* **Required work**:
Reproduce word for word, from the entries below, the line with "firstAtLeast(VOIGT_TABLE_END_UP, uA, du, kLo, kEnd);", the line with "const kPFar = farOneTerm", and every line between them, and nothing more.
═════ The records
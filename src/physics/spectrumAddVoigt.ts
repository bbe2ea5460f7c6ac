/**
 * Add one line's Voigt profile onto a uniform grid over an index range — the inner loop shared by
 * spectrumSynthesize and spectrumSynthesizeWindowed.
 */
import {
  VOIGT_TABLE_COARSE_INTERVALS,
  VOIGT_TABLE_COARSE_STEP,
  VOIGT_TABLE_END,
  VOIGT_TABLE_FINE_END,
  VOIGT_TABLE_FINE_INTERVALS,
  VOIGT_TABLE_FINE_STEP,
  lineShapeVoigtTableRow,
  lineShapeVoigtTableScale,
  type LineShapeVoigtTable,
} from './lineShapeVoigtTable';

const SQRT_LN2 = Math.sqrt(Math.LN2);
const INV_SQRT_PI = 1 / Math.sqrt(Math.PI);
const FINE_NODES = VOIGT_TABLE_FINE_INTERVALS + 1;
const COARSE_NODES = VOIGT_TABLE_COARSE_INTERVALS + 1;
const INV_FINE_STEP = 1 / VOIGT_TABLE_FINE_STEP;
const INV_COARSE_STEP = 1 / VOIGT_TABLE_COARSE_STEP;

/**
 * Add amplitude · V(x_k − ν) to out[k] for k = kLo … kHi, where x_k = fromCm1 + k·stepCm1 and V is
 * the area-normalised Voigt profile (Doppler HWHM α, Lorentz HWHM γ). Uses the bilinear table for
 * |Δν| ≤ 16 Voigt HWHMs and the two-term asymptotic series beyond (optionally only its leading,
 * Lorentzian term beyond 32 HWHMs). Error ≤ 1e-6 of the peak and ≤ 1.1e-5 of the local value in
 * the wings (lineShapeVoigtTable.ts; the one-term option adds < 5e-7 of the peak); α = 0 gives
 * the exact Lorentzian.
 * WARNING: no validation — callers check the range lies inside out and that the table covers y.
 * Source: see lineShapeVoigtTable.ts (Weideman 1994; Olivero & Longbothum 1977; A&S 7.1.23).
 * @param out spectrum being accumulated (profile units cm × amplitude)
 * @param fromCm1 grid origin x_0, cm^-1
 * @param stepCm1 grid step, cm^-1
 * @param kLo first index (inclusive)
 * @param kHi last index (inclusive)
 * @param nuCm1 line centre, cm^-1
 * @param amplitude line intensity (integrated area), any unit
 * @param dopplerHwhmCm1 α, cm^-1 (≥ 0)
 * @param lorentzHwhmCm1 γ, cm^-1 (≥ 0, not both 0)
 * @param table Voigt table covering y = √ln2 γ/α (unused when α = 0)
 * @param farOneTerm keep only the leading term beyond 32 HWHMs: error < 5e-7 of the peak but up to
 *   2e-3 of the local wing value, so only for sums judged relative to the peak (windowed synthesis)
 */
export function spectrumAddVoigt(
  out: Float64Array,
  fromCm1: number,
  stepCm1: number,
  kLo: number,
  kHi: number,
  nuCm1: number,
  amplitude: number,
  dopplerHwhmCm1: number,
  lorentzHwhmCm1: number,
  table: LineShapeVoigtTable | null,
  farOneTerm: boolean,
): void {
  if (kHi < kLo || amplitude === 0) return;
  if (dopplerHwhmCm1 === 0) {
    const g = lorentzHwhmCm1;
    const g2 = g * g;
    const a = (amplitude * g) / Math.PI;
    for (let k = kLo; k <= kHi; k++) {
      const d = fromCm1 + k * stepCm1 - nuCm1;
      out[k] += a / (d * d + g2);
    }
    return;
  }
  const y = (SQRT_LN2 * lorentzHwhmCm1) / dopplerHwhmCm1;
  const s = lineShapeVoigtTableScale(y);
  const hwhm = (s * dopplerHwhmCm1) / SQRT_LN2;
  // V = √ln2/(α√π) · F(u, y)/s with u the offset in Voigt HWHMs.
  const ampF = (amplitude * SQRT_LN2 * INV_SQRT_PI) / (dopplerHwhmCm1 * s);
  const du = stepCm1 / hwhm;
  const uA = (fromCm1 - nuCm1) / hwhm;
  const tab = table as LineShapeVoigtTable;
  const [j, t] = lineShapeVoigtTableRow(tab, y);

  // Segments: u < −16 | −16 ≤ u < −8 | −8 ≤ u < 0 | 0 ≤ u ≤ 8 | 8 < u ≤ 16 | u > 16. Each boundary
  // is the first k with u ≥ threshold ("> thr" is "≥ the next double after thr").
  const kEnd = kHi + 1;
  const kM16 = firstAtLeast(-VOIGT_TABLE_END, uA, du, kLo, kEnd);
  const kM8 = firstAtLeast(-VOIGT_TABLE_FINE_END, uA, du, kLo, kEnd);
  const k0 = firstAtLeast(0, uA, du, kLo, kEnd);
  const kP8 = firstAtLeast(VOIGT_TABLE_FINE_END_UP, uA, du, kLo, kEnd);
  const kP16 = firstAtLeast(VOIGT_TABLE_END_UP, uA, du, kLo, kEnd);

  if (lorentzHwhmCm1 > 0) {
    // Beyond 32 HWHMs the second asymptotic term changes K by < 5e-7 of the peak (measured 4.2e-7 over
    // all y), so the cheaper one-term (Lorentzian) form may be used there.
    const kMFar = farOneTerm ? firstAtLeast(-FAR_ONE_TERM, uA, du, kLo, kM16) : kLo;
    const kPFar = farOneTerm ? firstAtLeast(FAR_ONE_TERM_UP, uA, du, kP16, kEnd) : kEnd;
    addLorentzTail(out, kLo, kMFar, uA, du, s, y, ampF * s);
    addAsymptotic(out, kMFar, kM16, uA, du, s, y, ampF * s);
    addAsymptotic(out, kP16, kPFar, uA, du, s, y, ampF * s);
    addLorentzTail(out, kPFar, kEnd, uA, du, s, y, ampF * s);
  }
  const fineBase = j * FINE_NODES * 4;
  const coarseBase = j * COARSE_NODES * 4;
  // Mirror halves: F is even in u, so u < 0 reads the table at −u.
  addTable(out, kM16, kM8, -uA, -du, -VOIGT_TABLE_FINE_END, INV_COARSE_STEP, tab.coarse, coarseBase, t, ampF);
  addTable(out, kM8, k0, -uA, -du, 0, INV_FINE_STEP, tab.fine, fineBase, t, ampF);
  addTable(out, k0, kP8, uA, du, 0, INV_FINE_STEP, tab.fine, fineBase, t, ampF);
  addTable(out, kP8, kP16, uA, du, -VOIGT_TABLE_FINE_END, INV_COARSE_STEP, tab.coarse, coarseBase, t, ampF);
}

const VOIGT_TABLE_FINE_END_UP = VOIGT_TABLE_FINE_END * (1 + Number.EPSILON);
/** Voigt HWHMs beyond which only the leading asymptotic term is kept. */
const FAR_ONE_TERM = 32;
const FAR_ONE_TERM_UP = FAR_ONE_TERM * (1 + Number.EPSILON);
const VOIGT_TABLE_END_UP = VOIGT_TABLE_END * (1 + Number.EPSILON);

/** First k in [lo, hi] with uA + k·du ≥ thr (hi if none), using the same expression as the loops' start. */
function firstAtLeast(thr: number, uA: number, du: number, lo: number, hi: number): number {
  let k = Math.ceil((thr - uA) / du);
  if (uA + k * du < thr) k++;
  else if (uA + (k - 1) * du >= thr) k--;
  return k < lo ? lo : k > hi ? hi : k;
}

/** out[k] += amp · bilinear(table) at p = (u0 + k·du + shift)·invStep, k ∈ [ka, kb). */
function addTable(
  out: Float64Array,
  ka: number,
  kb: number,
  u0: number,
  du: number,
  shift: number,
  invStep: number,
  arr: Float64Array,
  base: number,
  t: number,
  amp: number,
): void {
  // Incremental position: faster than recomputing, and the drift over a segment (~n·1e-16
  // relative) cannot leave the table, whose last node is repeated with zero slope.
  let p = (u0 + ka * du + shift) * invStep;
  const dp = du * invStep;
  for (let k = ka; k < kb; k++) {
    const i = p | 0;
    const f = p - i;
    const o = base + (i << 2);
    out[k] += amp * (arr[o] + t * arr[o + 2] + f * (arr[o + 1] + t * arr[o + 3]));
    p += dp;
  }
}

/** out[k] += ampK · K_asym(u s, y) for k ∈ [ka, kb), two-term asymptotic series (A&S 7.1.23). */
function addAsymptotic(out: Float64Array, ka: number, kb: number, uA: number, du: number, s: number, y: number, ampK: number): void {
  const y2 = y * y;
  const c1 = ampK * y * INV_SQRT_PI;
  let x = (uA + ka * du) * s;
  const dx = du * s;
  for (let k = ka; k < kb; k++) {
    const x2 = x * x;
    const inv = 1 / (x2 + y2);
    out[k] += c1 * inv * (1 + 0.5 * (3 * x2 - y2) * inv * inv);
    x += dx;
  }
}

/** out[k] += ampK · y/(√π (x² + y²)) for k ∈ [ka, kb): leading asymptotic term (A&S 7.1.23). */
function addLorentzTail(out: Float64Array, ka: number, kb: number, uA: number, du: number, s: number, y: number, ampK: number): void {
  const y2 = y * y;
  const c1 = ampK * y * INV_SQRT_PI;
  let x = (uA + ka * du) * s;
  const dx = du * s;
  for (let k = ka; k < kb; k++) {
    out[k] += c1 / (x * x + y2);
    x += dx;
  }
}
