function partTerms(part: FoldPart, fold: Fold, el: ElementList, elements: Int32Array, nP: number): PartTerms {
  const mc = part.members.length;
  const local = new Int32Array(fold.m).fill(-1);
  part.members.forEach((a, t) => (local[a] = t));
  const ne = elements.length;
  const packed = new Float64Array(ne);
  let termBound = 0;
  for (let q = 0; q < ne; q++) {
    const e = elements[q];
    const a = local[fold.foldCol[el.row[e]]];
    const b = local[fold.foldCol[el.col[e]]];
    packed[q] = (Math.min(a, b) * mc + Math.max(a, b)) * PACK + q;
    termBound += el.dStart[e + 1] - el.dStart[e];
  }
  packed.sort();
  const sum = new Float64Array(nP);
  const isTouched = new Uint8Array(nP);
  const touched = new Int32Array(nP);
  const pairA = new Int32Array(ne);
  const pairB = new Int32Array(ne);
  const start = new Int32Array(ne + 1);
  const param = new Int32Array(termBound);
  const coef = new Float64Array(termBound);
  let nPairs = 0;
  let nTerms = 0;
  for (let q = 0; q < ne;) {
    const key = Math.floor(packed[q] / PACK);
    let nTouched = 0;
    for (; q < ne && Math.floor(packed[q] / PACK) === key; q++) {
      const e = elements[packed[q] % PACK];
      const i = el.row[e];
      const j = el.col[e];
      const g = i === j ? fold.foldCoef[i] * fold.foldCoef[i] : 2 * fold.foldCoef[i] * fold.foldCoef[j];
      for (let d = el.dStart[e]; d < el.dStart[e + 1]; d++) {
        const p = el.dParam[d];
        if (!isTouched[p]) {
          isTouched[p] = 1;
          touched[nTouched++] = p;
        }
        sum[p] += g * el.dCoef[d];
      }
    }
    pairA[nPairs] = Math.floor(key / mc);
    pairB[nPairs] = key % mc;
    for (let t = 0; t < nTouched; t++) {
      const p = touched[t];
      if (sum[p] !== 0) {
        param[nTerms] = p;
        coef[nTerms++] = sum[p];
      }
      sum[p] = 0;
      isTouched[p] = 0;
    }
    start[++nPairs] = nTerms;
  }
  return {
    pairA: pairA.slice(0, nPairs),
    pairB: pairB.slice(0, nPairs),
    start: start.slice(0, nPairs + 1),
    param: param.slice(0, nTerms),
    coef: coef.slice(0, nTerms),
  };
}

/**
 * The functions of one σv half of a class block as columns over its unfolded basis: a function that
 * is its own mirror image (phase σ) alone, a pair (|i⟩ + σ·phase|j⟩)/√2 with i < j its partner; σ = 0
 * (a mirrored class, not folded) keeps every function as it is.
 */
interface Fold {
  m: number;
  /** Column a: its first unfolded function, its partner (−1 for none) and the partner's sign σ·phase. */
  colI: Int32Array;
  colJ: Int32Array;
  colC: Float64Array;
  /** Per unfolded function: its column (−1 when not in this half) and its coefficient there. */
  foldCol: Int32Array;
  foldCoef: Float64Array;
}

function foldCreate(basis: BasisFn[], J: number, sigma: number, partner: Int32Array): Fold {
  const n = basis.length;
  const colI = new Int32Array(n);
  const colJ = new Int32Array(n).fill(-1);
  const colC = new Float64Array(n);
  const foldCol = new Int32Array(n).fill(-1);
  const foldCoef = new Float64Array(n);
  let m = 0;
  for (let i = 0; i < n; i++) {
    if (sigma === 0) {
      colI[m] = i;
      foldCol[i] = m;
      foldCoef[i] = 1;
      m++;
      continue;
    }
    const j = partner[i];
    const phase = (J + basis[i].k) % 2 === 0 ? 1 : -1;
    if (j === i) {
      if (phase !== sigma) continue;
      colI[m] = i;
      foldCol[i] = m;
      foldCoef[i] = 1;
      m++;
    } else if (i < j) {
      colI[m] = i;
      colJ[m] = j;
      colC[m] = sigma * phase;
      foldCol[i] = m;
      foldCoef[i] = Math.SQRT1_2;
      foldCol[j] = m;
      foldCoef[j] = Math.SQRT1_2 * sigma * phase;
      m++;
    }
  }
  return { m, colI, colJ, colC, foldCol, foldCoef };
}

/** The folded block Sᵀ H S (S: the symmetrised functions as columns) as its non-zero pairs a ≤ b, each once. */
interface FoldedElements {
  pairA: Int32Array;
  pairB: Int32Array;
  value: Float64Array;
}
══════════
* **Answer space**:
  const kP16 = firstAtLeast(VOIGT_TABLE_END_UP, uA, du, kLo, kEnd);

  if (lorentzHwhmCm1 > 0) {
    // Beyond 32 HWHMs the second asymptotic term changes K by < 5e-7 of the peak (measured 4.2e-7 over
    // all y), so the cheaper one-term (Lorentzian) form may be used there.
    const kMFar = farOneTerm ? firstAtLeast(-FAR_ONE_TERM, uA, du, kLo, kM16) : kLo;
    const kPFar = farOneTerm ? firstAtLeast(FAR_ONE_TERM_UP, uA, du, kP16, kEnd) : kEnd;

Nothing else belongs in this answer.